IN 2000, professor of pediatrics Charles Nelson went on a trip that would change the course of his life—and the lives of dozens of others. As an expert in developmental neuroscience, Nelson was accompanying two colleagues on a visit to St. Catherine’s Orphanage in Bucharest, Romania, which was part of a network of state-run orphanages established by the former dictator Nicolae Ceaușescu. A series of disastrous policy decisions by Ceaușescu had resulted in more than 170,000 Romanian children being abandoned to these institutions throughout the 1980s, where they were victims of severe neglect.
By the time Nelson arrived, Ceaușescu had been out of power for more than a decade, but the situation in the orphanages remained dire. One of Nelson’s colleagues who ran an international adoption clinic had noted that many children reared in such institutions developed neurodevelopmental problems, including attention deficit hyperactivity disorder (ADHD), autism, and a host of pathological behaviors; these observations matched Nelson’s own impressions on meeting young orphans in Bucharest. He and his colleagues wanted to know why institutional rearing so often led to disability and psychopathology.

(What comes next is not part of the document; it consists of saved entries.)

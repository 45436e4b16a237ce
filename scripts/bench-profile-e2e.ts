/**
 * Part 2 of bench:profile: lamp profiles on a wavelength axis through the whole pipeline,
 * compared with typing the same lines with the same σ. The lamps' lines and relative
 * intensities are the bundled catalog's (NIST ASD rows); the instrument is invented.
 */
import type { Writable } from 'node:stream';
import type { Catalog } from '../src/lines/types.js';
import { runSession } from '../src/pipeline.js';
import { vacuumToAir } from '../src/reduce/airVacuum.js';
import { expectedCounts, poissonProfile } from '../test/helpers/profile.js';
import { gaussianDeviate, mulberry32 } from '../test/helpers/random.js';
import { visibleLines } from './synthetic.js';

const LAMPS = ['He I', 'Ne I', 'Ar I', 'Hg I', 'Kr I', 'Xe I', 'H I', 'Na I'];
const FROM_NM = 395;
const STEP_NM = 0.1;
const POINTS = 3101;
export interface Scenario {
  label: string;
  /** Peak SNR of the brightest line over a 100-count background. */
  peakSnr: number;
  sigmaPx: number;
}

export const SCENARIOS: Scenario[] = [
  { label: 'bright, sharp (peak SNR 300, FWHM 0.52 nm)', peakSnr: 300, sigmaPx: 2.2 },
  { label: 'faint, blurred (peak SNR 40, FWHM 1.4 nm)', peakSnr: 40, sigmaPx: 6 },
];

export function pipelineOf(catalog: Catalog, seed: number, out: Writable, trials = 60): void {
  for (const scenario of SCENARIOS) scenarioOf(catalog, seed, out, trials, scenario);
}

function scenarioOf(catalog: Catalog, seed: number, out: Writable, trials: number, scenario: Scenario): void {
  const SIGMA_PX = scenario.sigmaPx;
  const rand = mulberry32(seed + 1);
  const lamps = LAMPS.filter((s) => visibleLines(catalog, s, [400, 700], 'air', 0).length >= 4);
  let profileRight = 0;
  let typedRight = 0;
  let profileLines = 0;
  let typedLines = 0;
  let profileIdentified = 0;
  let typedIdentified = 0;
  for (let k = 0; k < trials; k++) {
    const species = lamps[k % lamps.length]!;
    const lines = visibleLines(
      catalog,
      species,
      [FROM_NM + 2, FROM_NM + STEP_NM * (POINTS - 1) - 2],
      'air',
      0,
    ).slice(0, 15);
    const top = lines[0]!.intensity;
    const peak = scenario.peakSnr * 10; // the brightest line's peak over a 100-count background (σ 10)
    const truth = lines.map((l) => {
      const air = vacuumToAir(l.vacuum_nm);
      return {
        air,
        centre_px: (air - FROM_NM) / STEP_NM,
        photons: peak * (l.intensity / top) * SIGMA_PX * Math.sqrt(2 * Math.PI),
        sigma_px: SIGMA_PX,
      };
    });
    const y = poissonProfile(expectedCounts(POINTS, truth, 100), Math.floor(rand() * 2 ** 31));
    const csv = `wavelength,counts\n${y.map((v, i) => `${(FROM_NM + STEP_NM * i).toFixed(2)},${v}`).join('\n')}\n`;
    const head = `lineledger: 1\nsource: { kind: lamp, class: discharge-tube }\nmedium: air\ninstrument: { resolution_nm: ${(2.3548 * SIGMA_PX * STEP_NM).toFixed(3)}, range_nm: [${FROM_NM}, ${FROM_NM + STEP_NM * (POINTS - 1)}] }\nmeasurement: { method: wavelength, unit: nm }\n`;
    const found = runSession('p.yaml', `${head}profile: { file: p.csv }\n`, catalog, {
      profile: { name: 'p.csv', bytes: new TextEncoder().encode(csv) },
    });
    if (!found.ok) continue;
    if (found.identification.explanation.species.join() === species) profileRight++;
    profileLines += found.reduction.lines.length;
    profileIdentified += found.identification.lines.filter((l) => l.status === 'identified').length;
    // The same lines typed, each at its true wavelength plus noise of the σ the finder gave it.
    const typed = found.reduction.lines.map((l) => {
      const nearest = truth.reduce((a, b) =>
        Math.abs(b.air - l.air_nm) < Math.abs(a.air - l.air_nm) ? b : a,
      );
      const centre = Math.abs(nearest.air - l.air_nm) < 0.2 ? nearest.air : l.air_nm;
      const sigma = Math.max(l.sigma_nm, 1e-4);
      return `  - { wavelength: ${(centre + sigma * gaussianDeviate(rand)).toFixed(5)}, sigma: ${sigma.toPrecision(3)}, intensity: ${l.intensity ?? 1} }`;
    });
    const byHand = runSession('t.yaml', `${head}lines:\n${typed.join('\n')}\n`, catalog);
    if (!byHand.ok) continue;
    if (byHand.identification.explanation.species.join() === species) typedRight++;
    typedLines += byHand.reduction.lines.length;
    typedIdentified += byHand.identification.lines.filter((l) => l.status === 'identified').length;
  }
  const pct = (a: number, b: number) => `${((100 * a) / Math.max(1, b)).toFixed(1)} %`;
  out.write(`End to end, ${scenario.label} (${trials} lamp profiles: ${lamps.join(', ')})\n`);
  out.write(
    `  right species from the profile: ${profileRight}/${trials} = ${pct(profileRight, trials)}; lines identified ${pct(profileIdentified, profileLines)}\n`,
  );
  out.write(
    `  right species from typed lines of the same σ: ${typedRight}/${trials} = ${pct(typedRight, trials)}; lines identified ${pct(typedIdentified, typedLines)}\n`,
  );
}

His visit marked the beginning of the Bucharest Early Intervention Project (BEIP), a first-of-its-kind study on the long-term effects of psychosocial deprivation on children raised in institutions. When Nelson and his colleagues originally established the project, they enrolled 136 institutionalized Romanian children whose average age was 20 months and randomly assigned them to remain in the institution or be adopted by a foster family. They also enrolled 72 children who had never been in an institution as a control group. For the past 22 years, he and his colleagues have followed the lives of these Romanian orphans to understand how their early experience affected their subsequent neurocognitive development. The research, described in more than 100 papers and a book, traces the profoundly negative effects of psychosocial deprivation on both behavioral and brain development.
The project’s most recent research revealed that children who were removed from the institutions and raised in foster homes exhibited faster and more dramatic paring of brain matter in the prefrontal cortex from age 8 to age 16 than children who remained in the institutions.
Among children who grew up in these orphanages, “The regions of the brain where changes were most pronounced are regions that are involved in higher order social and cognitive abilities, which help explain increases in things like ADHD,” says professor of psychology Katie McLaughlin. “These findings show that far and away the best thing we can do to support healthy brain development, and development across other domains, is to ensure that children have access to stable caregiving.”